Instructions to follow ::
Starting at the line that contains "ens = baggr.train(X, y, baggr.Config(members=5, seed=1))" and ending at the line that contains "baggr.grow(ens, X, y, 5)", the lines below are to be given again exactly, with nothing added.

Collected data
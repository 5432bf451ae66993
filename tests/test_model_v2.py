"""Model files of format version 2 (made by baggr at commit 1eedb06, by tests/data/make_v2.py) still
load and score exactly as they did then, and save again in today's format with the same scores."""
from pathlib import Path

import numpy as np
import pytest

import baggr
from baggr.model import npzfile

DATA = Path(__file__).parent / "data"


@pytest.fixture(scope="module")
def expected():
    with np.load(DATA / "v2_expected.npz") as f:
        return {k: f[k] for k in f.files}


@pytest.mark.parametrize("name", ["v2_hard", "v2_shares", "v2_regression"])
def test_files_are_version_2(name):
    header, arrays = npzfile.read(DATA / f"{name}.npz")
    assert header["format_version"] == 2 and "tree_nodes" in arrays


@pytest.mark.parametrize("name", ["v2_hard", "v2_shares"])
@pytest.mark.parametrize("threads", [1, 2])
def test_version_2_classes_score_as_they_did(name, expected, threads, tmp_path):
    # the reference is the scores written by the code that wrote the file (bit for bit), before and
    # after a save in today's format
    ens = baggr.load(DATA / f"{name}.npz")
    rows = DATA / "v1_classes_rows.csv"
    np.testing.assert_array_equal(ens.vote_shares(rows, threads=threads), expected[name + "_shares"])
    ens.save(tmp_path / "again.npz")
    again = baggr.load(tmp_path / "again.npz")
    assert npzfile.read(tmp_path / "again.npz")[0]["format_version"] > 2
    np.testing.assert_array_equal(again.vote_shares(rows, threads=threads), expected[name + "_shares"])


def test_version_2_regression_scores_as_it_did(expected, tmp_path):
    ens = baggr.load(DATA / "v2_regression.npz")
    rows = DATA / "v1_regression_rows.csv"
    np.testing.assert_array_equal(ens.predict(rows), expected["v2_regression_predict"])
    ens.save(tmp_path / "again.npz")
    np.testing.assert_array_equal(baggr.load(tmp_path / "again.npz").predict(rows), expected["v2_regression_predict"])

==

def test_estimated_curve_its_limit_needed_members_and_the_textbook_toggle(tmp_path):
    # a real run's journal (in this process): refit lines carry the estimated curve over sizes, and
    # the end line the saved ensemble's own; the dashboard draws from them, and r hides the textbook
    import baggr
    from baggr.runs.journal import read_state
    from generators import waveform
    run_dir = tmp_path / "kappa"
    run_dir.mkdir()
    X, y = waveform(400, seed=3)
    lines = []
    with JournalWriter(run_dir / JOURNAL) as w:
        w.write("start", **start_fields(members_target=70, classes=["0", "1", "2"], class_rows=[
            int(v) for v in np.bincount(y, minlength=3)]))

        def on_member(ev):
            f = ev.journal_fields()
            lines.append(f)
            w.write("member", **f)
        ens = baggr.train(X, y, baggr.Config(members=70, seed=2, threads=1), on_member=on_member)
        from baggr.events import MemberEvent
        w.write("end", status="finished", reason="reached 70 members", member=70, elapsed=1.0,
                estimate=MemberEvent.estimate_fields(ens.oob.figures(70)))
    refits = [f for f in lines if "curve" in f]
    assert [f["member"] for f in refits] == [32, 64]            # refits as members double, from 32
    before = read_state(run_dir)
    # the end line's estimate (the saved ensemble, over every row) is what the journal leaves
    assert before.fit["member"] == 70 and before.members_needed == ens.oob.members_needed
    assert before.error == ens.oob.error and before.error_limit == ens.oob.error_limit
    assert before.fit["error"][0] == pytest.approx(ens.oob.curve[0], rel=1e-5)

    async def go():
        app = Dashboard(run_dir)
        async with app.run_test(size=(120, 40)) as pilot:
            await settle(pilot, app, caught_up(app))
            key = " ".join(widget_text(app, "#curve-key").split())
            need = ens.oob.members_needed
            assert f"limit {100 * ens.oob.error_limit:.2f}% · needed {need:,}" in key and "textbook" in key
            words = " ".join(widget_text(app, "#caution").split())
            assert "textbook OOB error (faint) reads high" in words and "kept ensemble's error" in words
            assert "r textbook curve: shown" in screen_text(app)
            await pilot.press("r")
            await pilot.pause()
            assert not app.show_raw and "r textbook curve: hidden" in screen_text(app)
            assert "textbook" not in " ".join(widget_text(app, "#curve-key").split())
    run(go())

--

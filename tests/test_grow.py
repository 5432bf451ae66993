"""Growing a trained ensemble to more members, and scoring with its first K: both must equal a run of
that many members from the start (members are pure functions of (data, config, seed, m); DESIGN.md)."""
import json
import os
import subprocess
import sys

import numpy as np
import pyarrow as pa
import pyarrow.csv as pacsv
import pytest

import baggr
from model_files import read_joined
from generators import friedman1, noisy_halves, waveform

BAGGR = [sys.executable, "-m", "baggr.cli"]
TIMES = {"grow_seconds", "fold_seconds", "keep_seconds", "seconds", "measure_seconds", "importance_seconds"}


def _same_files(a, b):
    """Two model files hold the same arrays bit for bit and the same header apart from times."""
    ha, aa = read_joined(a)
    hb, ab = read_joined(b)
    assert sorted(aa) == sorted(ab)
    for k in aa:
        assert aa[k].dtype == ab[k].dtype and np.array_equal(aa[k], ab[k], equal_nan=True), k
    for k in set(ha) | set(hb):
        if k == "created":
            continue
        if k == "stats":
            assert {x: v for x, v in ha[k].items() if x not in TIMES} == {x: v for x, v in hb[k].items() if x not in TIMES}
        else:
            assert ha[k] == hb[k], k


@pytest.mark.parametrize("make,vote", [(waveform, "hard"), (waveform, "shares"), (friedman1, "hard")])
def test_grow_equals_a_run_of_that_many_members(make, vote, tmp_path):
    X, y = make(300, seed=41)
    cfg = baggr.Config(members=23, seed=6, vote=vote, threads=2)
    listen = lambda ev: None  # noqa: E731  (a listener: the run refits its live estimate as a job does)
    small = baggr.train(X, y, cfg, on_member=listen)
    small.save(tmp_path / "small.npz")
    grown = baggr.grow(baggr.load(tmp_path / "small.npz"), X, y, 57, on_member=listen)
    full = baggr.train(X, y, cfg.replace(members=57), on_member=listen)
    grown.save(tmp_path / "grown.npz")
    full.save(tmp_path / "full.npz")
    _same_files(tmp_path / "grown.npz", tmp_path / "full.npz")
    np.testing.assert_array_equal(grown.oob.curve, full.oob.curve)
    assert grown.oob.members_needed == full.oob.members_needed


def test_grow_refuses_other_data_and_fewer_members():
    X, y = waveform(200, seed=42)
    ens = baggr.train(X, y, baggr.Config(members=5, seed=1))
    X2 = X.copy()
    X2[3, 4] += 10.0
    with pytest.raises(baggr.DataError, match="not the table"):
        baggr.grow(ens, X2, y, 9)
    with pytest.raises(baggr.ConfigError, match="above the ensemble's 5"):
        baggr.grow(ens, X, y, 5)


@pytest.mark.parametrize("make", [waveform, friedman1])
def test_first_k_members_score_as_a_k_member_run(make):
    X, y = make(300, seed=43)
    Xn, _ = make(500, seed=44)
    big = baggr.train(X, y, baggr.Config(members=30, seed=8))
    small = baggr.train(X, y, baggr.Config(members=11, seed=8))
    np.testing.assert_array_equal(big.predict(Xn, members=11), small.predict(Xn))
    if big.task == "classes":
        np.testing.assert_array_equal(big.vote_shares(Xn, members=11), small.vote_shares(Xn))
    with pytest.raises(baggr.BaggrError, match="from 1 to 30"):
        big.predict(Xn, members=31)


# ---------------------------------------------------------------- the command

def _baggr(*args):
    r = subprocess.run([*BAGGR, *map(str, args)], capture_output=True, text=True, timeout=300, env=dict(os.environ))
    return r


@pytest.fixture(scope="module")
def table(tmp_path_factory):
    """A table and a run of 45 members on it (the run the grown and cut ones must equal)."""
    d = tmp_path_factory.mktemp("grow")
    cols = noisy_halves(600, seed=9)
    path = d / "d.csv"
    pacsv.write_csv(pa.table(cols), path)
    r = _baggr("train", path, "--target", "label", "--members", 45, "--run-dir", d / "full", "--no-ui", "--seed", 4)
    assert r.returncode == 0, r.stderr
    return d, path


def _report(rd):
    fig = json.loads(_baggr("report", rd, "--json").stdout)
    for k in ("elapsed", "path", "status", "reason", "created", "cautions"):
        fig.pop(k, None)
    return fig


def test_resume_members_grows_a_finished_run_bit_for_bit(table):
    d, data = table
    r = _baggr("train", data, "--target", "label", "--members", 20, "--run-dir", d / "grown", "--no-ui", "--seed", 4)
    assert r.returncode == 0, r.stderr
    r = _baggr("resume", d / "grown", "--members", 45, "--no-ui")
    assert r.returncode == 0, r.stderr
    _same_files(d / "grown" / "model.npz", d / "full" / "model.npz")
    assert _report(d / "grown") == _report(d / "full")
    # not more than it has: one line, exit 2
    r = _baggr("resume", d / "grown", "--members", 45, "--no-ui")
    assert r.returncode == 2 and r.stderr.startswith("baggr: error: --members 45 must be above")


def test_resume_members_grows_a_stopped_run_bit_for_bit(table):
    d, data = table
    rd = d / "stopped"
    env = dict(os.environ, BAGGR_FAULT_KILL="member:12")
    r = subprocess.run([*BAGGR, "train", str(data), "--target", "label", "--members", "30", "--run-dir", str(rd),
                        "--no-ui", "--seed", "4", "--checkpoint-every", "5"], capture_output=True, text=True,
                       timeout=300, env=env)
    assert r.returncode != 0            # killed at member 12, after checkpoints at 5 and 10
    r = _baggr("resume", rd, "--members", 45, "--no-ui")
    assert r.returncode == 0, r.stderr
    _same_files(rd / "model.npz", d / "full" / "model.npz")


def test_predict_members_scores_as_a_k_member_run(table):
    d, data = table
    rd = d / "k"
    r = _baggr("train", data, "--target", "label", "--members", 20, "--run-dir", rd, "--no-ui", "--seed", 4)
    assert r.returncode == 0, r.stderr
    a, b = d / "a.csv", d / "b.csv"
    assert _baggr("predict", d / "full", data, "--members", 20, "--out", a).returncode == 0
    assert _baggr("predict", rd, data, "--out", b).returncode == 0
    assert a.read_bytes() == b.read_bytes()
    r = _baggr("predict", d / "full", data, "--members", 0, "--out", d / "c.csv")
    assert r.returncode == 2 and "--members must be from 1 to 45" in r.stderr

Solution for this task ::
    ens = baggr.train(X, y, baggr.Config(members=5, seed=1))
    X2 = X.copy()
    X2[3, 4] += 10.0
    with pytest.raises(baggr.DataError, match="not the table"):
        baggr.grow(ens, X2, y, 9)
    with pytest.raises(baggr.ConfigError, match="above the ensemble's 5"):
        baggr.grow(ens, X, y, 5)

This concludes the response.